| TRY IT |
Copy each line below that includes "info".

──────── RECORDS PROVIDED ────────

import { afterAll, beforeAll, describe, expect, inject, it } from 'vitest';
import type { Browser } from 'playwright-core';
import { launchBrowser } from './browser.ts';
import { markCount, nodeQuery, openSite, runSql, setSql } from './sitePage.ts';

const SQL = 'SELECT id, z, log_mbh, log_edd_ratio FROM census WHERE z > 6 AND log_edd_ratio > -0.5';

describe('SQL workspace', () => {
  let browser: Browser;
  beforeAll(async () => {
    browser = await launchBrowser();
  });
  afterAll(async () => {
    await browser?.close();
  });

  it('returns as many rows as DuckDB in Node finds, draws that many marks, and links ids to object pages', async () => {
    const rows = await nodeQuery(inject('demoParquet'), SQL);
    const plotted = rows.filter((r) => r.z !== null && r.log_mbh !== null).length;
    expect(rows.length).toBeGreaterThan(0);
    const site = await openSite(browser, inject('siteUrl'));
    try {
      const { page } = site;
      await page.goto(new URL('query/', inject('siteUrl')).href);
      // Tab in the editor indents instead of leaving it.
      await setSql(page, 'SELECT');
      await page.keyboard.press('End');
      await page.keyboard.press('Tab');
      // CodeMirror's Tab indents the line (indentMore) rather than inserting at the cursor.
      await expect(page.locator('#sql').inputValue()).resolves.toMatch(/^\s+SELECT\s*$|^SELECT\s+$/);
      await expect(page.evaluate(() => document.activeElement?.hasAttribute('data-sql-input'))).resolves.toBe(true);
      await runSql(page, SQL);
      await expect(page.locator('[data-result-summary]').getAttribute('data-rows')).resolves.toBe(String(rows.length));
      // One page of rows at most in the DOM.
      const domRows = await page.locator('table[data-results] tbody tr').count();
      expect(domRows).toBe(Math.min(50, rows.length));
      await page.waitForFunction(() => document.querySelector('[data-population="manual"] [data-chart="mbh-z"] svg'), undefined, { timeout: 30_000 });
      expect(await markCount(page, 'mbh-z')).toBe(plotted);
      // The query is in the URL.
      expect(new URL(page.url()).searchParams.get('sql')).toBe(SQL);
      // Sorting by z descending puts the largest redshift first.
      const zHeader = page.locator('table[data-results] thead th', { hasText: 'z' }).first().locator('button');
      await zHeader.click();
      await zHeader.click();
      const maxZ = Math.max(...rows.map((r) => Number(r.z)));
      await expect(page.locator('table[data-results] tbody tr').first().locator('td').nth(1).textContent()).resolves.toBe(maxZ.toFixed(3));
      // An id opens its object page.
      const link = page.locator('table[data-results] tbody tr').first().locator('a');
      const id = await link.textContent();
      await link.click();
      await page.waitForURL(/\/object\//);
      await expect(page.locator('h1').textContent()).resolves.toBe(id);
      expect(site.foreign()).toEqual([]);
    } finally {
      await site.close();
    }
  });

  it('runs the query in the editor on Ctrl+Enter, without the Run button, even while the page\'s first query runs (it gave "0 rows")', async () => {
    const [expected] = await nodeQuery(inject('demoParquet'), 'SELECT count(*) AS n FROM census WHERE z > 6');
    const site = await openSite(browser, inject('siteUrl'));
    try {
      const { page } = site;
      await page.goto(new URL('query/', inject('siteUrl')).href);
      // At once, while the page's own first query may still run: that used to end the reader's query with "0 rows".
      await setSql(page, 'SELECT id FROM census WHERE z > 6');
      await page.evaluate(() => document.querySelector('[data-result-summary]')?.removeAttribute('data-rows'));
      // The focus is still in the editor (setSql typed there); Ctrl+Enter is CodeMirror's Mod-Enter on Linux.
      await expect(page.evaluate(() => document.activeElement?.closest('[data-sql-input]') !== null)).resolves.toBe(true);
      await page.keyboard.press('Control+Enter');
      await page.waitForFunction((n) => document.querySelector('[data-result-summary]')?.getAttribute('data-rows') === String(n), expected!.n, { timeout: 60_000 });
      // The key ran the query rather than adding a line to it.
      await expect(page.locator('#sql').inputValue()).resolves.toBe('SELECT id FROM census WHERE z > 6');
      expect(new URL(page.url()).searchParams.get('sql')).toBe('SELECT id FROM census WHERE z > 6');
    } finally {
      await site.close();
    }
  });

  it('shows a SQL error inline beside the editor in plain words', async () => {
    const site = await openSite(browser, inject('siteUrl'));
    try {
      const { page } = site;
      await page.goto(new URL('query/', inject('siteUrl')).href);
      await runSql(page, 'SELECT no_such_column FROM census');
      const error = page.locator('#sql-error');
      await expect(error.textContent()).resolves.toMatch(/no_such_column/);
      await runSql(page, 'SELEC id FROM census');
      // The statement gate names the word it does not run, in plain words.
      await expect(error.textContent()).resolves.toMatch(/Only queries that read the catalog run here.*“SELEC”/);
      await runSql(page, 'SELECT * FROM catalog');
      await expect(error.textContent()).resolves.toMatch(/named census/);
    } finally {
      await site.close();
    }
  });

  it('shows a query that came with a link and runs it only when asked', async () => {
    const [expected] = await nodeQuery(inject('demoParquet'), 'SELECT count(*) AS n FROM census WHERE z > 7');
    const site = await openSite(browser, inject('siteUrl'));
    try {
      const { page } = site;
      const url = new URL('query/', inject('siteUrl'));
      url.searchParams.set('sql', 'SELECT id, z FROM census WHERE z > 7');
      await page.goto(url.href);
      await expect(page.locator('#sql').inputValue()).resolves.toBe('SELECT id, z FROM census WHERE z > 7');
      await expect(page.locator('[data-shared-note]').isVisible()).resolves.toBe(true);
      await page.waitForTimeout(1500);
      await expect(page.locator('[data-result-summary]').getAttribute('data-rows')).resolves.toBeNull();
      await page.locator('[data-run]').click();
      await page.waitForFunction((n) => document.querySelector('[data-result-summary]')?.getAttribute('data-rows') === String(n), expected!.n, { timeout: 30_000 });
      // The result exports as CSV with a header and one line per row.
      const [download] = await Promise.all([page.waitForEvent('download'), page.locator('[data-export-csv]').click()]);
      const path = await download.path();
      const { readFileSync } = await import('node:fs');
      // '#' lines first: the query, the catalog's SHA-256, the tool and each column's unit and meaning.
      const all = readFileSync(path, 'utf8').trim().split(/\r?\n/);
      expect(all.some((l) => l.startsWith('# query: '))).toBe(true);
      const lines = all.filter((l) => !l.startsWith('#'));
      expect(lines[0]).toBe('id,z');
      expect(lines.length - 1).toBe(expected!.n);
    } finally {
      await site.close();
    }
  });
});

────────
──────── RECORDS PROVIDED ────────

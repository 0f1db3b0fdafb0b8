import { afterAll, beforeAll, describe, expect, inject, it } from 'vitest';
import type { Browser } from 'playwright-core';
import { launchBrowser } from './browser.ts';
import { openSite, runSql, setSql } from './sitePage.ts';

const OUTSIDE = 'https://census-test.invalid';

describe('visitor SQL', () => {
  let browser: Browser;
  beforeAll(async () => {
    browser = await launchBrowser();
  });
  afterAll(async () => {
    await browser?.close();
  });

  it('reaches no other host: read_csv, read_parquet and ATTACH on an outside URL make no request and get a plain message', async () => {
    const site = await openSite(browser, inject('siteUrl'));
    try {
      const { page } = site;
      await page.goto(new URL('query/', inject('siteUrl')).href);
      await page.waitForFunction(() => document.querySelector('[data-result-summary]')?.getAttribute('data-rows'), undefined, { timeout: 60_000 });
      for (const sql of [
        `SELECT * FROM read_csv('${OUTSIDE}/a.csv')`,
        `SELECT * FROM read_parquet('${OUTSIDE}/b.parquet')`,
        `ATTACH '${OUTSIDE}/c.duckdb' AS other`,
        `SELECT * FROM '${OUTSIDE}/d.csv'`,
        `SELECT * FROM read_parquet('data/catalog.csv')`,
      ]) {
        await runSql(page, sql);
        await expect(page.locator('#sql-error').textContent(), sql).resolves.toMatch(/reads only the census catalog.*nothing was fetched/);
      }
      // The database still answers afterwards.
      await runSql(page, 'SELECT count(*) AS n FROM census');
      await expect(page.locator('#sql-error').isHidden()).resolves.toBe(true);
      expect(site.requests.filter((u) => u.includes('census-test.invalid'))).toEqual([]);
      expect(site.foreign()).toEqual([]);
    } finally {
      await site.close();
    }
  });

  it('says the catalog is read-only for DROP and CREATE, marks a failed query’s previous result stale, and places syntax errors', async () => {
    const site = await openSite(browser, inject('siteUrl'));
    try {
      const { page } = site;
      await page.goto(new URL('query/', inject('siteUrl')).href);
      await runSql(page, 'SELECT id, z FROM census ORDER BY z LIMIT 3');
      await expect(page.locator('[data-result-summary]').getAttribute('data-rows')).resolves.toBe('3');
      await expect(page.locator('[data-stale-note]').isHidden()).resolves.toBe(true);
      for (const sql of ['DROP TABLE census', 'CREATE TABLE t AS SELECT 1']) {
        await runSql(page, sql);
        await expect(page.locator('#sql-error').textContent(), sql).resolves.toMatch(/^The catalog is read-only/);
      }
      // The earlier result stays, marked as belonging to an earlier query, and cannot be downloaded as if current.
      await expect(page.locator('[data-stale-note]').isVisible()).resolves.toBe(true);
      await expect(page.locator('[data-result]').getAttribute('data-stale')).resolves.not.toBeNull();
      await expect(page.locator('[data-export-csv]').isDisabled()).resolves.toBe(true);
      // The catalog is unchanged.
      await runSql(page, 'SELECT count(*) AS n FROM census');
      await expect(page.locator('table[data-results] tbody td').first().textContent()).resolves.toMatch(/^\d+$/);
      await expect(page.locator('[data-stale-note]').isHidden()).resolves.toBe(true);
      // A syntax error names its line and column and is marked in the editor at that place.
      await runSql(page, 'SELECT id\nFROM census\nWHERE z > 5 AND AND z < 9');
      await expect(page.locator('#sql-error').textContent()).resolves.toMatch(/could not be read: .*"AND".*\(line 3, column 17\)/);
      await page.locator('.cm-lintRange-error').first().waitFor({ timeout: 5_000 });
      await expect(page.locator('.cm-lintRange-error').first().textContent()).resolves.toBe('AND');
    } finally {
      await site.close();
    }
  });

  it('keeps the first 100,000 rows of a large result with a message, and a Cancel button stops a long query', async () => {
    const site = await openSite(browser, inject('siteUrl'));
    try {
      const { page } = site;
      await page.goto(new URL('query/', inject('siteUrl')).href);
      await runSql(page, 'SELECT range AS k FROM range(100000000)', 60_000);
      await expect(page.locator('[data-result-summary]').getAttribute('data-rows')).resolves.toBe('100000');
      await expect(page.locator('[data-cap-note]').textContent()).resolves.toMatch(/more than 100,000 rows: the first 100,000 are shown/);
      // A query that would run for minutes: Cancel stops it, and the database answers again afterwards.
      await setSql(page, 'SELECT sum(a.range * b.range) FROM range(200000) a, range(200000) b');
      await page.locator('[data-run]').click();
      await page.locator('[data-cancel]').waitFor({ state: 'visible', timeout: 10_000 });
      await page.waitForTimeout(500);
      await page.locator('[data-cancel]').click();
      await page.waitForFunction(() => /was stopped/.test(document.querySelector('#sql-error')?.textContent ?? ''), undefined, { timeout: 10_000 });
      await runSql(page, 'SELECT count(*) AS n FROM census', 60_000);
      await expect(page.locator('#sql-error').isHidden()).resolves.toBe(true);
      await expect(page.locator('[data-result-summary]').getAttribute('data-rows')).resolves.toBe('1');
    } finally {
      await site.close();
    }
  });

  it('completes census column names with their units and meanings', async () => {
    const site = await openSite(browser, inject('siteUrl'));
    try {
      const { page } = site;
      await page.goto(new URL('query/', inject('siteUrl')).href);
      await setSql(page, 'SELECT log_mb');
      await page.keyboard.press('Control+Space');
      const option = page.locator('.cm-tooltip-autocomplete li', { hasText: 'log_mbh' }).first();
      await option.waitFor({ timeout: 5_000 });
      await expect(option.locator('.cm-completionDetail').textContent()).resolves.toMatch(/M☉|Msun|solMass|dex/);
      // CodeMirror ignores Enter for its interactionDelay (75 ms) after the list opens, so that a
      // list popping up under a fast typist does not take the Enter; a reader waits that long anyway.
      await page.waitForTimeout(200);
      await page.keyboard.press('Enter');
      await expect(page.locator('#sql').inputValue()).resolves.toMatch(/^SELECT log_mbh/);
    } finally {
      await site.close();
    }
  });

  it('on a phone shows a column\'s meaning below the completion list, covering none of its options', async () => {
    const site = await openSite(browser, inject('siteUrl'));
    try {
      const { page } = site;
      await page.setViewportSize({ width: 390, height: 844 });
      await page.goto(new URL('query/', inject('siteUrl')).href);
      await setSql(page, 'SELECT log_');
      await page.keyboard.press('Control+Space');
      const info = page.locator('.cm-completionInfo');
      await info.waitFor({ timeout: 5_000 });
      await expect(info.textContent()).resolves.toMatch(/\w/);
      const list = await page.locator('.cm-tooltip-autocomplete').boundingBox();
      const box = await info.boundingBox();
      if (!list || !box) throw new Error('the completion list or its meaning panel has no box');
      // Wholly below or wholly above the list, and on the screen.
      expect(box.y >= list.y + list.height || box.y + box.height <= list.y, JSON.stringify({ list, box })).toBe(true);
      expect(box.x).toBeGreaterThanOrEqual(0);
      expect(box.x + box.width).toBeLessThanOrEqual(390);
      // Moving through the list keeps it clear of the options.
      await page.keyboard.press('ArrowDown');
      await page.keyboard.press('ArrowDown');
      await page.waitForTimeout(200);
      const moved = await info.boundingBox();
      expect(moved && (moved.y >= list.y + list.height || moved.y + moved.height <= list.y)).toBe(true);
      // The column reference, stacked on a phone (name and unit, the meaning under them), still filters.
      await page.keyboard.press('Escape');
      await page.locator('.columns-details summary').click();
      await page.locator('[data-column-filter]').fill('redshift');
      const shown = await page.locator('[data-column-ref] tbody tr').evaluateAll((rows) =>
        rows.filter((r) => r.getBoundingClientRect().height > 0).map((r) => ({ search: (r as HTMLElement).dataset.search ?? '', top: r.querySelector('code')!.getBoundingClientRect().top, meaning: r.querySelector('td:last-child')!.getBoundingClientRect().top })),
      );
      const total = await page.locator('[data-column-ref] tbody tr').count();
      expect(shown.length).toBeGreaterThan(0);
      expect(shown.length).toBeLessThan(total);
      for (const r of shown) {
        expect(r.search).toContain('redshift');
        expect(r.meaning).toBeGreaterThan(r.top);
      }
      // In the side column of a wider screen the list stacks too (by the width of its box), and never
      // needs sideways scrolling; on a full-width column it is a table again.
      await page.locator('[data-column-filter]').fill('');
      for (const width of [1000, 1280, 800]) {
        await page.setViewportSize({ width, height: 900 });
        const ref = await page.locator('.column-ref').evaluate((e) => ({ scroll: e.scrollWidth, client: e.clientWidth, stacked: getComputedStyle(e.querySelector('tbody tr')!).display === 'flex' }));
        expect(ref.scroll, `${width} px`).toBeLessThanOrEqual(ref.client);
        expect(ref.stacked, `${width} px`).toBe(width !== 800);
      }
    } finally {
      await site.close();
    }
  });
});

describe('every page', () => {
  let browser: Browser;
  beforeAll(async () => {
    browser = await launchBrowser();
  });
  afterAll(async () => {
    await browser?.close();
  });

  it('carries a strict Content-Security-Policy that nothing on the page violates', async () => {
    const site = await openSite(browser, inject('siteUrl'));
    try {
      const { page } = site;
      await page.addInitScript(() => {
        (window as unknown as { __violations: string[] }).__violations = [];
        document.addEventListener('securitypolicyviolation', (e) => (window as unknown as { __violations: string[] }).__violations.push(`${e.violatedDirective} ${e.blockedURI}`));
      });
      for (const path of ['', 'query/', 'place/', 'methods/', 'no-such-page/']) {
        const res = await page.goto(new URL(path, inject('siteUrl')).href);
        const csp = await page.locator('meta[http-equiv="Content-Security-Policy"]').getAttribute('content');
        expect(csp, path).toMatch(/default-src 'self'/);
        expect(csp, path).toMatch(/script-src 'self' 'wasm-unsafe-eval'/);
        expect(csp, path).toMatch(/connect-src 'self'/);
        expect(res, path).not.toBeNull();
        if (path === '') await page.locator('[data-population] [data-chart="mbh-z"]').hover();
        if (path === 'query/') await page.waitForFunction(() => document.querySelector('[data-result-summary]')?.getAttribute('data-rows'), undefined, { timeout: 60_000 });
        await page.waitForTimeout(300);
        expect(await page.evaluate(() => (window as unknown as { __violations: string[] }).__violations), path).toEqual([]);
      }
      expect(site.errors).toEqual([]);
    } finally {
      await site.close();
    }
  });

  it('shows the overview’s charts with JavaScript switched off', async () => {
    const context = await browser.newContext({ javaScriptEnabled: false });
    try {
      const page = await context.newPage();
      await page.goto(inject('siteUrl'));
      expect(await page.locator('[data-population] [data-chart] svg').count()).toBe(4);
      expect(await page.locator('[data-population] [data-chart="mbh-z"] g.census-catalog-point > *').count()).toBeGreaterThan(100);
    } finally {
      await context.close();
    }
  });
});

────────

| TASK ANSWER |
      const info = page.locator('.cm-completionInfo');
      await info.waitFor({ timeout: 5_000 });
      await expect(info.textContent()).resolves.toMatch(/\w/);
      const box = await info.boundingBox();
      const moved = await info.boundingBox();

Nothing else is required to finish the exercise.